Compiling for niceness: mitigating contention for QoS in warehouse scale computers

  • Authors:
  • Lingjia Tang;Jason Mars;Mary Lou Soffa

  • Affiliations:
  • University of Virginia;University of Virginia;University of Virginia

  • Venue:
  • Proceedings of the Tenth International Symposium on Code Generation and Optimization
  • Year:
  • 2012

Quantified Score

Hi-index 0.00

Visualization

Abstract

As the class of datacenters recently coined as warehouse scale computers (WSCs) continues to leverage commodity multicore processors with increasing core counts, there is a growing need to consolidate various workloads on these machines to fully utilize their computation power. However, it is well known that when multiple applications are co-located on a multicore machine, contention for shared memory resources can cause severe cross-core performance interference. To ensure that the quality of service (QoS) of user-facing applications does not suffer from performance interference, WSC operators resort to disallowing co-location of latency-sensitive applications with other applications. This policy translates to low machine utilization and millions of dollars wasted in WSCs. This paper presents QoS-Compile, the first compilation approach that statically manipulates application contentiousness to enable the co-location of applications with varying QoS requirements, and as a result, can greatly improve machine utilization. Our technique first pinpoints an application's code regions that tend to cause contention and performance interference.

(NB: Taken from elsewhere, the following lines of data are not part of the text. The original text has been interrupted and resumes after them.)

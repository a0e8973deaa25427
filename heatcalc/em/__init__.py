"""Electromagnetic core of heatcalc: skin depth, analytic fields, radial field solver.

Conventions (shared by every module here and by the coil and thermal layers that use it)
---------------------------------------------------------------------------------------
* SI units; arguments are floats or numpy arrays and broadcast together.
* Phasors are RMS values with time dependence ``exp(j omega t)``; powers are time averages.
  Field strengths ``h_surface`` are RMS [A/m]; a *peak* amplitude (``sqrt(2)`` x RMS) is used
  only where a magnetisation curve is evaluated (field-dependent ``mu_r``).
* The field at the heated surface is real and is the phase reference.
* Inside a conductor ``alpha = (1 + j)/delta``, ``alpha**2 = j omega mu_0 mu_r / rho``; induced
  current ``J = -dH/dr`` (azimuthal in cylinders and tubes, tangential in plates).
* Surface impedance ``Z_s = rho H'(surface)/H(surface)`` [ohm]: the (active + j reactive) power
  entering unit surface area is ``Z_s |H_surface|**2``; ``Re(Z_s) > 0`` and ``Im(Z_s) > 0``
  (inductive). For a thick conductor ``Z_s -> (1 + j) rho/delta``.
"""

from heatcalc.em.cylinder import (
    cylinder_current_density,
    cylinder_field,
    cylinder_power_density,
    cylinder_power_factors,
    cylinder_power_per_area,
    cylinder_surface_impedance,
)
from heatcalc.em.radial_field import (
    ConvergenceError,
    ConvergenceWarning,
    RadialFieldResult,
    solve_radial_field,
)
from heatcalc.em.radial_mesh import GEOMETRIES, RadialMesh, mesh_from_nodes, radial_mesh
from heatcalc.em.skin import frequency_for_skin_depth, skin_depth
from heatcalc.em.slab import (
    slab_current_density,
    slab_field,
    slab_power_density,
    slab_power_factors,
    slab_power_per_area,
    slab_surface_impedance,
)
from heatcalc.em.tube import (
    tube_current_density,
    tube_field,
    tube_power_density,
    tube_power_factors,
    tube_power_per_area,
    tube_surface_impedance,
)

__all__ = [
    "GEOMETRIES",
    "ConvergenceError",
    "ConvergenceWarning",
    "RadialFieldResult",
    "RadialMesh",
    "cylinder_current_density",
    "cylinder_field",
    "cylinder_power_density",
    "cylinder_power_factors",
    "cylinder_power_per_area",
    "cylinder_surface_impedance",
    "frequency_for_skin_depth",
    "mesh_from_nodes",
    "radial_mesh",
    "skin_depth",
    "slab_current_density",
    "slab_field",
    "slab_power_density",
    "slab_power_factors",
    "slab_power_per_area",
    "slab_surface_impedance",
    "solve_radial_field",
    "tube_current_density",
    "tube_field",
    "tube_power_density",
    "tube_power_factors",
    "tube_power_per_area",
    "tube_surface_impedance",
]
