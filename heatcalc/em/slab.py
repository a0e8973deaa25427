"""Plate (slab) in a uniform tangential alternating field, equal on both faces (analytic).

Sign convention
---------------
RMS phasors, time dependence ``exp(j omega t)``. The plate has full thickness ``d`` and occupies
``-d/2 <= x <= d/2`` (``x`` measured from the mid-plane); the applied field ``H_z`` is
tangential and equal to ``h_surface`` (real, the phase reference) on both faces. Inside,
``H_z(x) = h_surface cosh(alpha x) / cosh(alpha d/2)`` with ``alpha = (1 + j)/delta``. The induced
current is ``J_y = -dH_z/dx``.

The complex power entering each face per unit area is ``Z_s |h_surface|**2`` with
``Z_s = rho H_z'(d/2)/H_z(d/2) = rho alpha tanh(alpha d/2) = (rho/delta) (F + jG)``, where
``F = (sinh x - sin x)/(cosh x + cos x)`` and ``G = (sinh x + sin x)/(cosh x + cos x)``,
``x = d/delta`` (:func:`slab_power_factors`).
"""

from __future__ import annotations

import numpy as np
from scipy.special import factorial

from heatcalc import _checks as v
from heatcalc.em._bessel import ONE_PLUS_J
from heatcalc.em.skin import skin_depth as _skin_depth

__all__ = [
    "slab_field",
    "slab_current_density",
    "slab_power_density",
    "slab_power_per_area",
    "slab_surface_impedance",
    "slab_power_factors",
]

# Below x = d/delta = 2 the hyperbolic/trigonometric combinations cancel (sinh x - sin x ~ x**3/3),
# so their power series, all of whose terms are positive, are summed instead. 10 terms of
# x**(4k + n)/(4k + n)! leave a relative remainder below 1e-30 for x <= 2.
_SERIES_LIMIT = 2.0
_K = np.arange(10)
_COSH_COS = 1.0 / factorial(4 * _K)  # (cosh x + cos x)/2
_SINH_PLUS_SIN = 1.0 / factorial(4 * _K + 1)  # (sinh x + sin x)/(2x)
_SINH_MINUS_SIN = 1.0 / factorial(4 * _K + 3)  # (sinh x - sin x)/(2x**3)


def _series(coefficients: np.ndarray, x4: np.ndarray) -> np.ndarray:
    total = np.zeros_like(x4)
    for c in coefficients[::-1]:
        total = total * x4 + c
    return total


def _slab_zeta(x: np.ndarray) -> np.ndarray:
    """``F + jG`` for ``x = thickness/skin_depth`` (> 0, checked by the caller)."""
    x = np.asarray(x, dtype=float)
    f = np.empty(x.shape)
    g = np.empty(x.shape)
    small = x <= _SERIES_LIMIT
    if np.any(small):
        xs = x[small]
        x4 = xs**4
        denominator = _series(_COSH_COS, x4)
        f[small] = xs**3 * _series(_SINH_MINUS_SIN, x4) / denominator
        g[small] = xs * _series(_SINH_PLUS_SIN, x4) / denominator
    large = ~small
    if np.any(large):
        xl = x[large]
        e1 = np.exp(-xl)
        e2 = e1 * e1
        denominator = 1.0 + e2 + 2.0 * np.cos(xl) * e1
        f[large] = (1.0 - e2 - 2.0 * np.sin(xl) * e1) / denominator
        g[large] = (1.0 - e2 + 2.0 * np.sin(xl) * e1) / denominator
    return f + 1j * g


def _half_and_position(x, thickness):
    d = v.positive("thickness", thickness, "m")
    xx = v.real_array("x", x, "m")
    v.within("x", xx, -d / 2.0, "-thickness/2", d / 2.0, "thickness/2")
    return xx, d / 2.0


def _profiles(x: np.ndarray, half: np.ndarray, delta: np.ndarray):
    """``cosh(alpha x)/cosh(alpha h)`` and ``sinh(alpha x)/cosh(alpha h)`` without overflow."""
    x, half, delta = np.broadcast_arrays(x, half, delta)
    s = np.abs(x) / delta
    hh = half / delta
    u = ONE_PLUS_J
    decay = np.exp(-u * hh)
    denominator = 1.0 + decay * decay
    cosh_ratio = np.empty(x.shape, dtype=complex)
    sinh_ratio = np.empty(x.shape, dtype=complex)
    # Near the mid-plane use sinh/cosh directly (their difference form would cancel);
    # deeper than 20 skin depths from the mid-plane the exponential form cannot overflow.
    near = s < 20.0
    cosh_ratio[near] = 2.0 * decay[near] * np.cosh(u * s[near])
    sinh_ratio[near] = 2.0 * decay[near] * np.sinh(u * s[near])
    far = ~near
    grow = np.exp(u * (s[far] - hh[far]))
    fall = np.exp(-u * (s[far] + hh[far]))
    cosh_ratio[far] = grow + fall
    sinh_ratio[far] = grow - fall
    return cosh_ratio / denominator, np.sign(x) * sinh_ratio / denominator


def slab_field(x, thickness, skin_depth):
    """Complex field ratio ``H(x)/H_surface`` in a plate with equal fields on both faces.

    Parameters
    ----------
    x : float or array [m]
        Position from the mid-plane, ``-thickness/2 <= x <= thickness/2``.
    thickness : float or array [m]
        Full plate thickness, > 0.
    skin_depth : float or array [m]
        Skin depth, > 0.

    Returns
    -------
    complex or array [-]
        ``cosh(alpha x)/cosh(alpha thickness/2)``, ``alpha = (1 + j)/skin_depth``.

    Raises
    ------
    ValueError
        If thickness or skin_depth is not > 0 or x lies outside the plate.

    References
    ----------
    J. Davies, Conduction and Induction Heating, Peter Peregrinus (IEE), 1990: plate in a
    uniform field, the functions F and G of thickness/skin depth.
    """
    xx, half = _half_and_position(x, thickness)
    delta = v.positive("skin_depth", skin_depth, "m")
    return v.scalar_or_array(_profiles(xx, half, delta)[0])


def slab_current_density(x, h_surface, thickness, resistivity, frequency, mu_r=1.0):
    """Complex current density ``J_y(x)`` in a plate with equal fields on both faces.

    Parameters
    ----------
    x : float or array [m]
        Position from the mid-plane, ``|x| <= thickness/2``.
    h_surface : float or array [A/m]
        RMS tangential field on each face, >= 0 (phase reference).
    thickness : float or array [m]
        Full plate thickness, > 0.
    resistivity : float or array [ohm m]
        Electrical resistivity, > 0.
    frequency : float or array [Hz]
        Frequency, > 0.
    mu_r : float or array [-]
        Relative permeability, >= 1.

    Returns
    -------
    complex or array [A/m2]
        RMS phasor ``J_y = -dH_z/dx = -h_surface alpha sinh(alpha x)/cosh(alpha thickness/2)``;
        odd in ``x`` (the currents on the two faces flow in opposite directions).

    Raises
    ------
    ValueError
        For an invalid argument.

    References
    ----------
    J. Davies, Conduction and Induction Heating, Peter Peregrinus (IEE), 1990: plate in a
    uniform field, the functions F and G of thickness/skin depth.
    """
    xx, half = _half_and_position(x, thickness)
    h = v.non_negative("h_surface", h_surface, "A/m")
    delta = _skin_depth(resistivity, frequency, mu_r)
    return v.scalar_or_array(-h * (ONE_PLUS_J / delta) * _profiles(xx, half, delta)[1])


def slab_power_density(x, h_surface, thickness, resistivity, frequency, mu_r=1.0):
    """Time-averaged power per unit volume ``rho |J|**2`` in a plate.

    Parameters
    ----------
    x, h_surface, thickness, resistivity, frequency, mu_r
        As for :func:`slab_current_density` (units m, A/m, m, ohm m, Hz, -).

    Returns
    -------
    float or array [W/m3]
        Power density; its integral over half the thickness equals
        :func:`slab_power_per_area`.

    Raises
    ------
    ValueError
        For an invalid argument.
    """
    j = slab_current_density(x, h_surface, thickness, resistivity, frequency, mu_r)
    return v.scalar_or_array(np.asarray(resistivity, dtype=float) * np.abs(j) ** 2)


def slab_power_factors(thickness_to_skin_depth):
    """Dimensionless active and reactive functions ``F`` and ``G`` of a plate.

    Parameters
    ----------
    thickness_to_skin_depth : float or array [-]
        ``x = thickness / skin_depth`` (full thickness), > 0.

    Returns
    -------
    F, G : float or array [-]
        ``F = (sinh x - sin x)/(cosh x + cos x)``, ``G = (sinh x + sin x)/(cosh x + cos x)``;
        active and reactive power per face are ``(rho H**2/delta) F`` and ``(rho H**2/delta) G``.

    Raises
    ------
    ValueError
        If thickness_to_skin_depth is not > 0.

    Notes
    -----
    ``F -> x**3/6`` and ``G -> x`` as ``x -> 0``; ``F, G -> 1`` as ``x -> infinity``;
    ``F`` has its maximum ``coth(pi/2) = 1.0903`` at ``x = pi``. Valid for all ``x > 0``
    (power series below ``x = 2``, exponentially scaled form above).

    References
    ----------
    J. Davies, Conduction and Induction Heating, Peter Peregrinus (IEE), 1990: plate in a
    uniform field, the functions F and G of thickness/skin depth.

    Examples
    --------
    >>> f, g = slab_power_factors(3.141592653589793)
    >>> round(float(f), 4), round(float(g), 4)
    (1.0903, 1.0903)
    """
    x = v.positive("thickness_to_skin_depth", thickness_to_skin_depth, "-")
    zeta = _slab_zeta(x)
    return v.scalar_or_array(zeta.real), v.scalar_or_array(zeta.imag)


def slab_surface_impedance(thickness, resistivity, frequency, mu_r=1.0):
    """Complex surface impedance of each face of a plate in equal fields on both faces.

    Parameters
    ----------
    thickness : float or array [m]
        Full plate thickness, > 0.
    resistivity : float or array [ohm m]
        Electrical resistivity, > 0.
    frequency : float or array [Hz]
        Frequency, > 0.
    mu_r : float or array [-]
        Relative permeability, >= 1.

    Returns
    -------
    complex or array [ohm]
        ``Z_s = (rho/delta)(F + jG)``: (active + j reactive) power entering unit area of one
        face is ``Z_s |H_surface|**2`` (RMS). ``Re, Im > 0``.

    Raises
    ------
    ValueError
        For an invalid argument.

    References
    ----------
    J. Davies, Conduction and Induction Heating, Peter Peregrinus (IEE), 1990: plate in a
    uniform field, the functions F and G of thickness/skin depth.
    """
    d = v.positive("thickness", thickness, "m")
    rho = v.positive("resistivity", resistivity, "ohm m")
    delta = _skin_depth(rho, frequency, mu_r)
    return v.scalar_or_array(rho / delta * _slab_zeta(d / delta))


def slab_power_per_area(h_surface, thickness, resistivity, frequency, mu_r=1.0):
    """Time-averaged induced power per unit area of each face of a plate.

    Parameters
    ----------
    h_surface : float or array [A/m]
        RMS tangential field on each face (equal on both), >= 0.
    thickness : float or array [m]
        Full plate thickness, > 0.
    resistivity : float or array [ohm m]
        Electrical resistivity, > 0.
    frequency : float or array [Hz]
        Frequency, > 0.
    mu_r : float or array [-]
        Relative permeability, >= 1.

    Returns
    -------
    float or array [W/m2]
        ``p = (rho H**2/delta) F(thickness/delta)`` on each face (the plate absorbs ``2 p``
        per unit of face area).

    Raises
    ------
    ValueError
        For an invalid argument.

    Notes
    -----
    Infinite plate, edge effects ignored, uniform properties.

    References
    ----------
    J. Davies, Conduction and Induction Heating, Peter Peregrinus (IEE), 1990: plate in a
    uniform field, the functions F and G of thickness/skin depth.
    """
    h = v.non_negative("h_surface", h_surface, "A/m")
    z = slab_surface_impedance(thickness, resistivity, frequency, mu_r)
    return v.scalar_or_array(h**2 * np.real(z))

QoS-Compile then transforms those regions to reduce their contentious nature. In essence, to co-locate applications of different QoS priorities, our compilation technique uses pessimizing transformations to throttle down the memory access rate of the contentious regions in low priority applications to reduce their interference to high priority applications. Our evaluation using synthetic benchmarks, SPEC benchmarks and large-scale Google applications show that QoS-Compile can greatly reduce contention, improve QoS of applications, and improve machine utilization. Our experiments show that our technique improves applications' QoS performance by 21% and machine utilization by 36% on average.